▶ Data for analysis
== Segment start ==
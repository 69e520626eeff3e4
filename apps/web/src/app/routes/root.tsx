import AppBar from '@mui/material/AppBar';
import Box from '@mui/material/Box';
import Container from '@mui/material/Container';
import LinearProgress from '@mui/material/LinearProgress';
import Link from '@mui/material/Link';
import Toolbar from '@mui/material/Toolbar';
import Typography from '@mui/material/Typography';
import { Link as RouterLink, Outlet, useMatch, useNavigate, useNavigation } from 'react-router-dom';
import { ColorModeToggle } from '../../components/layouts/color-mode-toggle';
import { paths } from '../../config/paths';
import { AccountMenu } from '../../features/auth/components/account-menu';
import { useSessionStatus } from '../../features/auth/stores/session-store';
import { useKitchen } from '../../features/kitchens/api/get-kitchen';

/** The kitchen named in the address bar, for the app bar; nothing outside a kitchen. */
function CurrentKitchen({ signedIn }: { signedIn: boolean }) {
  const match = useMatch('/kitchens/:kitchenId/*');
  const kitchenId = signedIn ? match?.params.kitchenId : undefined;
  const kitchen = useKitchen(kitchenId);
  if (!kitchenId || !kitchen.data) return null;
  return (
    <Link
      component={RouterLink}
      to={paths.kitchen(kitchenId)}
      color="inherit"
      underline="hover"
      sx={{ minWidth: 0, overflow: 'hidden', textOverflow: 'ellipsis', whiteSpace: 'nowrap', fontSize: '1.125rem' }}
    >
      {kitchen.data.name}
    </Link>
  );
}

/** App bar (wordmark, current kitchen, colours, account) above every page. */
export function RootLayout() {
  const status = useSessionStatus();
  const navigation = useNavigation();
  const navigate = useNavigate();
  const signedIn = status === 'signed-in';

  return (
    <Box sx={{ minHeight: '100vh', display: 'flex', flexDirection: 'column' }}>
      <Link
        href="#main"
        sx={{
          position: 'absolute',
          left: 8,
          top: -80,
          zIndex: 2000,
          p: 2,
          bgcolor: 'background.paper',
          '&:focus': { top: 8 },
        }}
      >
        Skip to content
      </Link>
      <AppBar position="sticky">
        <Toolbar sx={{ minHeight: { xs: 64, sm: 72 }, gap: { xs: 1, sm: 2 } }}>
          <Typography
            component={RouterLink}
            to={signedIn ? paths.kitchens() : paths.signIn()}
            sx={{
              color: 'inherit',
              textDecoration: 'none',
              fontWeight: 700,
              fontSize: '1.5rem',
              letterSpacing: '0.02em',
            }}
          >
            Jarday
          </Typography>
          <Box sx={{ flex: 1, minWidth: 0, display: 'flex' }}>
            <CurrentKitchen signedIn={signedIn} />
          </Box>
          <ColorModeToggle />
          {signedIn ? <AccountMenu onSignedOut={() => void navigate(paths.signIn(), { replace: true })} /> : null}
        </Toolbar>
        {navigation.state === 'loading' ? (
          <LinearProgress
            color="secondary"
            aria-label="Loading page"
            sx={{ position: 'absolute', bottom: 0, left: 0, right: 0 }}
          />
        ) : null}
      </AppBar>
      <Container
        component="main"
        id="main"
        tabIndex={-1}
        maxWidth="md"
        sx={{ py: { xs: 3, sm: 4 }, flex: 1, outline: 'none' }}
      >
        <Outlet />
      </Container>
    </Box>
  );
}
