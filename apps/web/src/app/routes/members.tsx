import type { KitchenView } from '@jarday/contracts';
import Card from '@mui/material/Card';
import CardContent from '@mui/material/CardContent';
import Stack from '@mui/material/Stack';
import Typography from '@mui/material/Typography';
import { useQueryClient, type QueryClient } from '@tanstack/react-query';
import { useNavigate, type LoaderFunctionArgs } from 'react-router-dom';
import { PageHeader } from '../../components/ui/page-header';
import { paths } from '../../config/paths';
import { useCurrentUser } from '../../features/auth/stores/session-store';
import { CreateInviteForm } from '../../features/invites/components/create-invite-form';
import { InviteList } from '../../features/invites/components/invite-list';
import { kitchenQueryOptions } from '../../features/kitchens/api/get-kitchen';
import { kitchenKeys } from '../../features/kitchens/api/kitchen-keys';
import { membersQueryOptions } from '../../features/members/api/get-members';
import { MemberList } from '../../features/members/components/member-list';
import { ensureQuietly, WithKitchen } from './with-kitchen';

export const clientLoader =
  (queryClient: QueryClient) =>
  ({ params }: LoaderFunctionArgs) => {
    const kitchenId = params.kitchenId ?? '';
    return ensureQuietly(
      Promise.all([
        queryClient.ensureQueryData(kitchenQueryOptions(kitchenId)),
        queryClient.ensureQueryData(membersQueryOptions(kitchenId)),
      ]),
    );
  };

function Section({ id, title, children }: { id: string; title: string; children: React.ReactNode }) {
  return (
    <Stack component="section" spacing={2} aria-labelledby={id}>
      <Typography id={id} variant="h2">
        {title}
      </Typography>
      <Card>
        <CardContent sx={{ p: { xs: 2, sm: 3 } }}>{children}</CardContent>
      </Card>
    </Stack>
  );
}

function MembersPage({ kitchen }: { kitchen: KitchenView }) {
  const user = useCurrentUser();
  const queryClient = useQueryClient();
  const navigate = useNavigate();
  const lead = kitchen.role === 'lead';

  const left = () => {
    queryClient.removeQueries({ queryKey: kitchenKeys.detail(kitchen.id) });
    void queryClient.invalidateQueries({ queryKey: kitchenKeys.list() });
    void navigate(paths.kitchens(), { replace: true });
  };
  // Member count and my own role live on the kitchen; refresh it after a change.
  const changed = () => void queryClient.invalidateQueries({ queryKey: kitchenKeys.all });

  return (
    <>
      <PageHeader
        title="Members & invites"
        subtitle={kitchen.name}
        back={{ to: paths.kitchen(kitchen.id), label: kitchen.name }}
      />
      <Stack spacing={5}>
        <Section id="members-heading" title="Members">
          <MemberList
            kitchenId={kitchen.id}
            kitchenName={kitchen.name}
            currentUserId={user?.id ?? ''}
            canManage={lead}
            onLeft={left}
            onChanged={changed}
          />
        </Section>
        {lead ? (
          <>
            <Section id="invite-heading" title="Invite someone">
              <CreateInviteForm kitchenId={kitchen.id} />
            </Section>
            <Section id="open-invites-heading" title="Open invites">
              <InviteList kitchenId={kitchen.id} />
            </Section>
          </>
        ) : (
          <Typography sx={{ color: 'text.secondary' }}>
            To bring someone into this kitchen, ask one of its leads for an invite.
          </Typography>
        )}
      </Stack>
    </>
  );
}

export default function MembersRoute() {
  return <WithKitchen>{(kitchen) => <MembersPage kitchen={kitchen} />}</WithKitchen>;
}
== Segment end ==
▶ What you should do
Return what is listed above, exactly and completely.

▶ Exercise result
repository 69e520626eeff3e4
filename apps/web/src/app/routes/root.tsx
import AppBar from '@mui/material/AppBar';
import Box from '@mui/material/Box';
import Container from '@mui/material/Container';
import LinearProgress from '@mui/material/LinearProgress';
import Link from '@mui/material/Link';
import Toolbar from '@mui/material/Toolbar';
import Typography from '@mui/material/Typography';
import { Link as RouterLink, Outlet, useMatch, useNavigate, useNavigation } from 'react-router-dom';
import { ColorModeToggle } from '../../components/layouts/color-mode-toggle';
import { paths } from '../../config/paths';
import { AccountMenu } from '../../features/auth/components/account-menu';
import { useSessionStatus } from '../../features/auth/stores/session-store';
import { useKitchen } from '../../features/kitchens/api/get-kitchen';

/** The kitchen named in the address bar, for the app bar; nothing outside a kitchen. */
function CurrentKitchen({ signedIn }: { signedIn: boolean }) {
  const match = useMatch('/kitchens/:kitchenId/*');
  const kitchenId = signedIn ? match?.params.kitchenId : undefined;
  const kitchen = useKitchen(kitchenId);
  if (!kitchenId || !kitchen.data) return null;
  return (
    <Link
      component={RouterLink}
      to={paths.kitchen(kitchenId)}
      color="inherit"
      underline="hover"
      sx={{ minWidth: 0, overflow: 'hidden', textOverflow: 'ellipsis', whiteSpace: 'nowrap', fontSize: '1.125rem' }}
    >
      {kitchen.data.name}
    </Link>
  );
}

/** App bar (wordmark, current kitchen, colours, account) above every page. */
export function RootLayout() {
  const status = useSessionStatus();
  const navigation = useNavigation();
  const navigate = useNavigate();
  const signedIn = status === 'signed-in';

  return (
    <Box sx={{ minHeight: '100vh', display: 'flex', flexDirection: 'column' }}>
      <Link
        href="#main"
        sx={{
          position: 'absolute',
          left: 8,
          top: -80,
          zIndex: 2000,
          p: 2,
          bgcolor: 'background.paper',
          '&:focus': { top: 8 },
        }}
      >
        Skip to content
      </Link>
      <AppBar position="sticky">
        <Toolbar sx={{ minHeight: { xs: 64, sm: 72 }, gap: { xs: 1, sm: 2 } }}>
          <Typography
            component={RouterLink}
            to={signedIn ? paths.kitchens() : paths.signIn()}
            sx={{
              color: 'inherit',
              textDecoration: 'none',
              fontWeight: 700,
              fontSize: '1.5rem',
              letterSpacing: '0.02em',
            }}
          >
            Jarday
          </Typography>
          <Box sx={{ flex: 1, minWidth: 0, display: 'flex' }}>
            <CurrentKitchen signedIn={signedIn} />
          </Box>
          <ColorModeToggle />
          {signedIn ? <AccountMenu onSignedOut={() => void navigate(paths.signIn(), { replace: true })} /> : null}
        </Toolbar>
        {navigation.state === 'loading' ? (
          <LinearProgress
            color="secondary"
            aria-label="Loading page"
            sx={{ position: 'absolute', bottom: 0, left: 0, right: 0 }}
          />
        ) : null}
      </AppBar>
      <Container
        component="main"
        id="main"
        tabIndex={-1}
        maxWidth="md"
        sx={{ py: { xs: 3, sm: 4 }, flex: 1, outline: 'none' }}
      >
        <Outlet />
      </Container>
    </Box>
  );
}
filename apps/web/src/app/routes/members.tsx
import type { KitchenView } from '@jarday/contracts';
import Card from '@mui/material/Card';
import CardContent from '@mui/material/CardContent';
import Stack from '@mui/material/Stack';
import Typography from '@mui/material/Typography';
import { useQueryClient, type QueryClient } from '@tanstack/react-query';
import { useNavigate, type LoaderFunctionArgs } from 'react-router-dom';
import { PageHeader } from '../../components/ui/page-header';
import { paths } from '../../config/paths';
import { useCurrentUser } from '../../features/auth/stores/session-store';
import { CreateInviteForm } from '../../features/invites/components/create-invite-form';
import { InviteList } from '../../features/invites/components/invite-list';
import { kitchenQueryOptions } from '../../features/kitchens/api/get-kitchen';
import { kitchenKeys } from '../../features/kitchens/api/kitchen-keys';
import { membersQueryOptions } from '../../features/members/api/get-members';
import { MemberList } from '../../features/members/components/member-list';
import { ensureQuietly, WithKitchen } from './with-kitchen';

export const clientLoader =
  (queryClient: QueryClient) =>
  ({ params }: LoaderFunctionArgs) => {
    const kitchenId = params.kitchenId ?? '';
    return ensureQuietly(
      Promise.all([
        queryClient.ensureQueryData(kitchenQueryOptions(kitchenId)),
        queryClient.ensureQueryData(membersQueryOptions(kitchenId)),
      ]),
    );
  };

function Section({ id, title, children }: { id: string; title: string; children: React.ReactNode }) {
  return (
    <Stack component="section" spacing={2} aria-labelledby={id}>
      <Typography id={id} variant="h2">
        {title}
      </Typography>
      <Card>
        <CardContent sx={{ p: { xs: 2, sm: 3 } }}>{children}</CardContent>
      </Card>
    </Stack>
  );
}

function MembersPage({ kitchen }: { kitchen: KitchenView }) {
  const user = useCurrentUser();
  const queryClient = useQueryClient();
  const navigate = useNavigate();
  const lead = kitchen.role === 'lead';

  const left = () => {
    queryClient.removeQueries({ queryKey: kitchenKeys.detail(kitchen.id) });
    void queryClient.invalidateQueries({ queryKey: kitchenKeys.list() });
    void navigate(paths.kitchens(), { replace: true });
  };
  // Member count and my own role live on the kitchen; refresh it after a change.
  const changed = () => void queryClient.invalidateQueries({ queryKey: kitchenKeys.all });

  return (
    <>
      <PageHeader
        title="Members & invites"
        subtitle={kitchen.name}
        back={{ to: paths.kitchen(kitchen.id), label: kitchen.name }}
      />
      <Stack spacing={5}>
        <Section id="members-heading" title="Members">
          <MemberList
            kitchenId={kitchen.id}
            kitchenName={kitchen.name}
            currentUserId={user?.id ?? ''}
            canManage={lead}
            onLeft={left}
            onChanged={changed}
          />
        </Section>
        {lead ? (
          <>
            <Section id="invite-heading" title="Invite someone">
              <CreateInviteForm kitchenId={kitchen.id} />
            </Section>
            <Section id="open-invites-heading" title="Open invites">
              <InviteList kitchenId={kitchen.id} />
            </Section>
          </>
        ) : (
          <Typography sx={{ color: 'text.secondary' }}>
            To bring someone into this kitchen, ask one of its leads for an invite.
          </Typography>
        )}
      </Stack>
    </>
  );
}

export default function MembersRoute() {
  return <WithKitchen>{(kitchen) => <MembersPage kitchen={kitchen} />}</WithKitchen>;
}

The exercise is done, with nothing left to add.